Big Island athletes help Hawaii add gold at Special Olympics USA Games
Hawaii's Special Olympics team added two golds in Minneapolis as 16 athletes, two Unified Partners and coaches from Hawaii Island and other islands competed.

Hawaii's Special Olympics delegation added two gold medals in the Twin Cities as the 2026 USA Games moved through Day 3. The roster includes 16 athletes, two Unified Partners and coaches from Oahu, Kauai, Maui and Hawaii Island, putting Big Island athletes and support staff on the same national stage as competitors from across the country.
Special Olympics Hawaii announced Hui O Hawaii on Feb. 10, with athletes set to compete in basketball, bowling and track and field. The team also includes youth leaders from Campbell High School and retired Hawaii Police Department Chief Benjamin Moszkowicz, who is serving as a Law Enforcement Torch Run officer, underscoring how many different corners of the state feed into one delegation.

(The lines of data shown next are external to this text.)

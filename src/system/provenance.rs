//! Where every figure comes from: method, paper, range and accuracy, in one table.

/// How a figure is made, and how far it can be trusted.
#[derive(Debug)]
pub struct Method {
    /// Stable machine name.
    pub key: &'static str,
    /// Name for people.
    pub name: &'static str,
    /// The relation, in one or two sentences with its formula.
    pub relation: &'static str,
    /// Authors, year, journal; `Own choice` where it is ours.
    pub source: &'static str,
    /// Where it holds.
    pub valid_for: &'static str,
    /// How good it is, and how that is known.
    pub accuracy: &'static str,
}

/// Every method in use.
pub const METHODS: &[Method] = &[
    Method {
        key: "star_life",
        name: "Life of the star",
        relation: "Luminosity, radius and core mass follow published fits to a grid of evolution models, stage by stage from the zero-age main sequence to the loss of the envelope or the collapse of the core. The metallicity that stands for [Fe/H] = 0 is set so that 1 M☉ has 1.000 L☉ at 4.57 Gyr.",
        source: "Tout, Pols, Eggleton & Han 1996, MNRAS 281, 257 (zero-age main sequence); Hurley, Pols & Tout 2000, MNRAS 315, 543 (later stages); calibration to the Sun: own choice",
        valid_for: "0.5 to 50 M☉ and Z from 0.0001 to 0.03; 0.35 to 0.5 M☉ and 50 to 100 M☉ are smooth extrapolations of the fits",
        accuracy: "within 5 % of the fitted models in luminosity, radius and lifetime; no rotation, no companion, no contraction before the main sequence",
    },
    Method {
        key: "effective_temperature",
        name: "Effective temperature",
        relation: "T = 5772 K (L/R²)^¼ with L and R in solar units.",
        source: "Stefan–Boltzmann law with the nominal solar values of IAU 2015 Resolution B3",
        valid_for: "any luminosity and radius",
        accuracy: "exact by definition; carries the spread of luminosity and radius",
    },
    Method {
        key: "star_winds",
        name: "Mass loss",
        relation: "Winds by stage: hot and luminous stars, red giants (η = 0.5), the superwind of the asymptotic giant branch, helium stars and stars near the limit of stability.",
        source: "Nieuwenhuijzen & de Jager 1990, A&A 231, 134; Kudritzki & Reimers 1978, A&A 70, 227; Vassiliadis & Wood 1993, ApJ 413, 641; Hamann, Koesterke & Wessolowski 1995, A&A 299, 151; Humphreys & Davidson 1994, PASP 106, 1025",
        valid_for: "the stages each was measured in",
        accuracy: "a factor of about 2; final masses of 1 to 8 M☉ agree with the measured initial-final mass relation within about 10 % (Cummings et al. 2018, ApJ 866, 21)",
    },
    Method {
        key: "white_dwarf",
        name: "Cooling of white dwarfs",
        relation: "Effective temperature and age are read from published cooling sequences for carbon-oxygen cores with hydrogen skins; beyond their end the temperature falls exponentially, as for a crystal whose heat capacity vanishes, down to that of the sky.",
        source: "Bédard, Bergeron, Brassard & Fontaine 2020, ApJ 901, 93 (sequences); continuation: own choice",
        valid_for: "0.2 to 1.2 M☉ down to about 1500 K; colder and heavier ones are extrapolated",
        accuracy: "about 10 % in age while published sequences last; the continuation is speculative",
    },
    Method {
        key: "remnant",
        name: "Neutron stars and black holes",
        relation: "The mass of the remnant follows from the carbon-oxygen core and the total mass at collapse, with delayed explosions. Its light is not modelled.",
        source: "Fryer et al. 2012, ApJ 749, 91",
        valid_for: "stars whose core collapses, about 8 to 100 M☉ at birth",
        accuracy: "the border between neutron stars and black holes is uncertain by several solar masses at birth",
    },
    Method {
        key: "core_hydrogen",
        name: "Hydrogen left in the core",
        relation: "From 0.4 M☉ up the fits carry no composition: the share of hydrogen is taken to fall evenly with time, from its value at birth to zero when the core is spent. Red dwarfs have it from the structure calculation.",
        source: "Own choice, held to the present Sun (0.35 at its centre); red dwarfs as the life of the star",
        valid_for: "the main sequence",
        accuracy: "about 0.05 in the share of hydrogen at mid-life",
    },
    Method {
        key: "blackbody",
        name: "Light and colour",
        relation: "The star shines like a blackbody at its effective temperature; its colour is what the standard observer sees, shown unadapted on a display with a daylight white. Below 798 K there is no visible glow.",
        source: "Planck's law; CIE 1931 2° observer (ISO/CIE 11664-1); sRGB (IEC 61966-2-1); peak by Wien's law; Draper 1847 (798 K)",
        valid_for: "any temperature; cool dwarfs and giants have molecular bands that a blackbody lacks",
        accuracy: "chromaticity within 0.00001 of finer tables for the blackbody itself",
    },
    Method {
        key: "spectrum",
        name: "Spectrum and its shares",
        relation: "Spectral radiance by Planck's law; its peak per unit wavelength at 2.898 mm K / T, per unit frequency at 58.79 GHz/K · T; shares of ultraviolet (below 380 nm), visible and infrared (above 780 nm) by the integral of Planck's law as a series; all radiation of a square metre σ T⁴.",
        source: "Planck 1901, Annalen der Physik 309, 553; Wien's and the Stefan–Boltzmann law with the SI constants of 2019; series: Wiebelt 1966, Engineering Radiation Heat Transfer; cuts as CIE 15",
        valid_for: "any temperature from 1 K to 10⁹ K; lines, molecular bands and flares of real stars are left out",
        accuracy: "exact for the blackbody; real red dwarfs give up to twice the blackbody's infrared near 1000 nm and little blue",
    },
    Method {
        key: "photometry",
        name: "Brightness to the eye",
        relation: "Planck's law weighted with the eye's response V(λ), 683 lm/W at its peak: lumens in a watt (efficacy), luminance of the star's surface, light of the whole star, and illuminance above a planet's air, mean over its orbit.",
        source: "CIE 1924 V(λ) (ISO/CIE 11664-1); photometric units: SI 2019",
        valid_for: "light that no air or dust has filtered; luminance belongs to each patch of the surface, so that a red giant is dim per area however luminous it is",
        accuracy: "exact for the blackbody within 0.0001; the real Sun gives 133 100 lx at 1 au (ASTM G173 spectrum), 6 % more than its blackbody's 125 300 lx",
    },
    Method {
        key: "colour_numbers",
        name: "Colour for screens and projectors",
        relation: "The same colour in CIE 1976 u', v'; linear Rec. 709, P3-D65 and Rec. 2020 with the largest channel 1 and negative channels kept; encoded sRGB and Display P3, where a colour outside the screen is brought in at constant hue; the temperature of the nearest blackbody, and the distance from it (Duv, positive towards green).",
        source: "ITU-R BT.709-6, SMPTE EG 432-1, ITU-R BT.2020-2; IEC 61966-2-1; gamut mapping: W3C CSS Color Module 4, section 13; correlated temperature: CIE 15:2018",
        valid_for: "screens whose white is D65, with no adaptation to the star; correlated temperatures from 500 K to 10⁶ K, ill-conditioned above 50 000 K",
        accuracy: "one step of 255 in encoded colours; 0.1 K in correlated temperatures up to 10 000 K",
    },
    Method {
        key: "measured_dwarfs",
        name: "Colour of measured dwarfs",
        relation: "Chromaticity of measured spectra of main-sequence dwarfs, between types in proportion to the logarithm of temperature, beside the blackbody's; their difference as CIEDE2000 at equal luminance, of which 1 is just noticeable.",
        source: "Spectra: Pickles 1998, PASP 110, 863; temperatures of the types: Pecaut & Mamajek 2013, ApJS 208, 9 (version 2019.3.22); difference: CIE 142-2001",
        valid_for: "main-sequence stars of 2850 to 41 500 K (M6 to O5) and solar composition; nothing is shown outside",
        accuracy: "single spectra of one type scatter by about 0.01 in x; A and F dwarfs are bluer than their blackbody, middle and late M dwarfs more yellow",
    },
    Method {
        key: "magnitudes",
        name: "Magnitudes in V and B − V",
        relation: "M = −2.5 log₁₀(L / 3.0128 × 10²⁸ W), V = M − BC + 5 log₁₀(d / 10 pc), without dust on the way. B − V and BC from a table for dwarfs, from polynomials for giants (log g below 3.5), from a blackbody through the passbands for white dwarfs and the hottest stars.",
        source: "IAU 2015 Resolution B2; dwarfs: Pecaut & Mamajek 2013, ApJS 208, 9 (B − V v2019.3.22, BC v2022.04.16); giants: Flower 1996, ApJ 469, 355, as corrected by Torres 2010, AJ 140, 1158; passbands: Bessell 1990, PASP 102, 1181",
        valid_for: "solar composition; dwarfs 2500 to 41 500 K, giants 2900 to 33 000 K; no V below",
        accuracy: "0.05 mag for dwarfs of 4000 to 10 000 K, 0.1 to 0.5 mag outside; the Sun from 1 au −26.75, observed −26.76 ± 0.03 (Torres 2010)",
    },
    Method {
        key: "insolation",
        name: "Insolation",
        relation: "S = L / (a² √(1 − e²)) in solar luminosities and au: the mean over one orbit, 1 for the Earth.",
        source: "Inverse-square law; the Earth's 1361.17 W m⁻² from IAU 2015 nominal values",
        valid_for: "any closed orbit outside the star",
        accuracy: "exact for given luminosity and orbit",
    },
    Method {
        key: "equilibrium_temperature",
        name: "Equilibrium temperature",
        relation: "T = [f (1 − A) S / (ε σ)]^¼ with Bond albedo A, redistribution f and emissivity ε.",
        source: "Energy balance with the Stefan–Boltzmann law",
        valid_for: "any insolation; albedo and emissivity are held fixed by the user",
        accuracy: "exact for a uniformly radiating surface; reproduces published planetary fact sheets within 0.2 K",
    },
    Method {
        key: "surface_temperature",
        name: "Surface temperature",
        relation: "The equilibrium temperature with the chosen greenhouse effect (none, a fixed increment, or T⁴ = T_eq⁴ (1 + ¾τ) for a grey atmosphere); inner heat like the Earth's and the cosmic background keep it from falling to zero.",
        source: "Grey atmosphere in the Eddington approximation; Fixsen 2009, ApJ 707, 916 (background); Planck Collaboration 2020, A&A 641, A6 (expansion); decline of inner heat: own choice",
        valid_for: "planets whose air does not change; no ice, no runaway, no lost oceans",
        accuracy: "as good as the greenhouse value the user holds fixed",
    },
    Method {
        key: "habitable_zone",
        name: "Habitable zone",
        relation: "Distances at which starlight equals the runaway and the maximum greenhouse limit, d = √(L/S).",
        source: "Kopparapu et al. 2014, ApJL 787, L29",
        valid_for: "stars of 2600 to 7200 K; outside, the end value is used and marked as extrapolated",
        accuracy: "one-dimensional cloudless models; about 10 % in flux against three-dimensional ones",
    },
    Method {
        key: "orbit",
        name: "Orbit through the star's life",
        relation: "The orbit widens as the star loses mass, a M = constant; mass lost at once in a supernova stretches or unbinds it. A planet is swallowed when the star's radius passes its periastron.",
        source: "Adiabatic invariance (Jeans 1924; Veras et al. 2011, MNRAS 417, 2104); sudden loss: Blaauw 1961, BAN 15, 265",
        valid_for: "winds slower than an orbit; no pull between planets, no kick to the remnant, no tides",
        accuracy: "exact for slow winds; tides would pull planets within about 1.5 giant radii inward",
    },
    Method {
        key: "period",
        name: "Orbital period",
        relation: "P² = a³ / M in years, au and solar masses.",
        source: "Kepler's third law with IAU 2015 nominal masses",
        valid_for: "any closed orbit",
        accuracy: "exact for two bodies",
    },
    Method {
        key: "angular_diameter",
        name: "Star in the planet's sky",
        relation: "δ = 2 arcsin(R/d) at the semi-major axis.",
        source: "Geometry",
        valid_for: "planets outside the star",
        accuracy: "exact for given radius and distance",
    },
    Method {
        key: "photons",
        name: "Photons and ultraviolet",
        relation: "Photons between 400 and 700 nm, which photosynthesis as on Earth can use, and the ultraviolet bands A (315 to 400 nm), B (280 to 315 nm) and C (100 to 280 nm), above the planet's air, as Planck's law shares them out.",
        source: "McCree 1972, Agricultural Meteorology 9, 191; ISO 21348:2007; Planck's law",
        valid_for: "the photosphere's light above the air; cool stars add flares and far ultraviolet of their chromosphere, hot stars lack what their lines absorb",
        accuracy: "photons within a few per cent for Sun-like stars; ultraviolet B and C of cool stars can be wrong by orders of magnitude",
    },
    Method {
        key: "clear_sky",
        name: "Clear sky",
        relation: "Light scattered by clean air that absorbs nothing, averaged over the dome: two-stream solution with Rayleigh scattering, one over the air mass for the sine of the altitude, ground of albedo 0.2. The disc is dimmed by e^(−τX) through X air masses. Figures hold for the star 30° above the horizon unless another altitude is chosen.",
        source: "Eddington 1916, MNRAS 77, 16, in the form of Shettle & Weinman 1970, J. Atmos. Sci. 27, 1048; scattering by air: Bucholtz 1995, Applied Optics 34, 2765; by CO₂: Sneep & Ubachs 2005, JQSRT 92, 293; air mass: Kasten & Young 1989, Applied Optics 28, 4735; curved air: Dahlback & Stamnes 1991, Planet. Space Sci. 39, 671",
        valid_for: "deep, clean sky without dust, cloud, ozone or twilight; below 10° of altitude the path is that of the Earth's air; thick air is an average of the dome only",
        accuracy: "0.002 in x, y against scattering of all orders for the Earth's air; illuminance about 2 %; real skies are paler for dust and haze",
    },
    Method {
        key: "adapted_eye",
        name: "As emitted, and as an adapted eye sees it",
        relation: "As emitted: the colour as a camera balanced for daylight (D65) takes it. Adapted eye: cone responses scaled so that the star itself is white, which is what an eye does that has lived under it. The same sky can be beige in one and blue in the other.",
        source: "CAT16: Li et al. 2017, Color Research & Application 42, 703, with full adaptation",
        valid_for: "eyes like ours in daylight; below 5 cd/m² the eye loses colour (CIE 191:2010)",
        accuracy: "adaptation transforms differ from each other by 0.003 in x, y",
    },
];

/// The method of this key.
#[must_use]
pub fn method(key: &str) -> Option<&'static Method> {
    METHODS.iter().find(|method| method.key == key)
}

The golds came from Maui athlete Eva Ujano, who won the 100-meter walk and the 400-meter walk. The official results page lists Ujano as 58 and from Wailuku, and it also shows she competed in the 4x100-meter relay. Those medals lifted Hawaii's profile in a meet built to showcase athletes with intellectual disabilities on one of the sport's biggest stages.

The 2026 Special Olympics USA Games are running June 20-26 in Minnesota's Twin Cities and bring together 3,000 athletes, 1,500 coaches, 10,000 volunteers and an expected 75,000 fans. This year's program features 16 sports, with cornhole and pickleball making their official USA Games debut, giving the competition one of its broadest lineups yet.

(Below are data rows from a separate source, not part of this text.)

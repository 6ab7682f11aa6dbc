//! When the star's light takes on another colour word.

use super::date_band::{DateBand, crossing};
use super::events::{Event, EventKind};
use super::history::History;
use super::moment::StarMoment;
use super::planet_events::halve;
use super::quantities::star_quantity;
use super::specification::Body;
use super::star_bands;
use crate::physics::light::steady_colour_words;

/// Every change of the colour word, oldest first.
pub(super) fn changes(history: &History) -> Vec<Event> {
    let mut nodes: Vec<(f64, f64)> = Vec::with_capacity(history.life().node_ages_yr().len());
    let mut found: Vec<(f64, &'static str)> = Vec::new();
    let mut before: Option<(f64, &'static str)> = None;
    for &age_yr in history.life().node_ages_yr() {
        let state = history.star_at(age_yr);
        if state.phase.is_dark() {
            break;
        }
        nodes.push((age_yr, state.effective_temperature_k.max(1.0).ln()));
        let word = steady_colour_words(before.map(|(_, word)| word), state.effective_temperature_k);
        if let Some((earlier_yr, known)) = before.filter(|(_, known)| *known != word) {
            let is_known = |age_yr: f64| {
                steady_colour_words(Some(known), history.star_at(age_yr).effective_temperature_k) == known
            };
            found.push((halve(earlier_yr, age_yr, is_known), word));
        }
        before = Some((age_yr, word));
    }
    let event = |(time_yr, word): (f64, &'static str)| {
        let band = band(history, &nodes, time_yr);
        Event { time_yr, body: Body::Star, kind: EventKind::Colour(word), caution: None, band }
    };
    found.into_iter().map(event).collect()
}

/// When the temperature is right within its typical spread, on a clock that is right within its own.
fn band(history: &History, nodes: &[(f64, f64)], time_yr: f64) -> Option<DateBand> {
    let star = StarMoment::new(&history.star_at(time_yr), history.life().interior_at(time_yr));
    let spread = star_quantity("effective_temperature_k").and_then(|quantity| (quantity.spread)(&star));
    let by_temperature = spread.and_then(|spread| crossing(nodes, time_yr, [1.0 - spread, 1.0 + spread], None));
    by_temperature
        .map_or_else(|| star_bands::of_life(history, time_yr), |band| Some(star_bands::widened(history, band)))
}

For Hawaii Island, the significance goes beyond the medal count. Special Olympics Hawaii says it serves more than 7,200 athletes and Unified Partners statewide, backed by more than 7,800 coaches and volunteers. That network is what carries athletes from local training sites and school gyms to a national event in Minneapolis, and it is what makes a delegation from the Big Island possible even when the podium finish comes from another island.

The results page also listed Brandon Taitingfong of Ewa Beach, 21, in bowling preliminary competition, and Hawaii's broader lineup continued to fill out across the event as the Games moved toward their June 26 finish.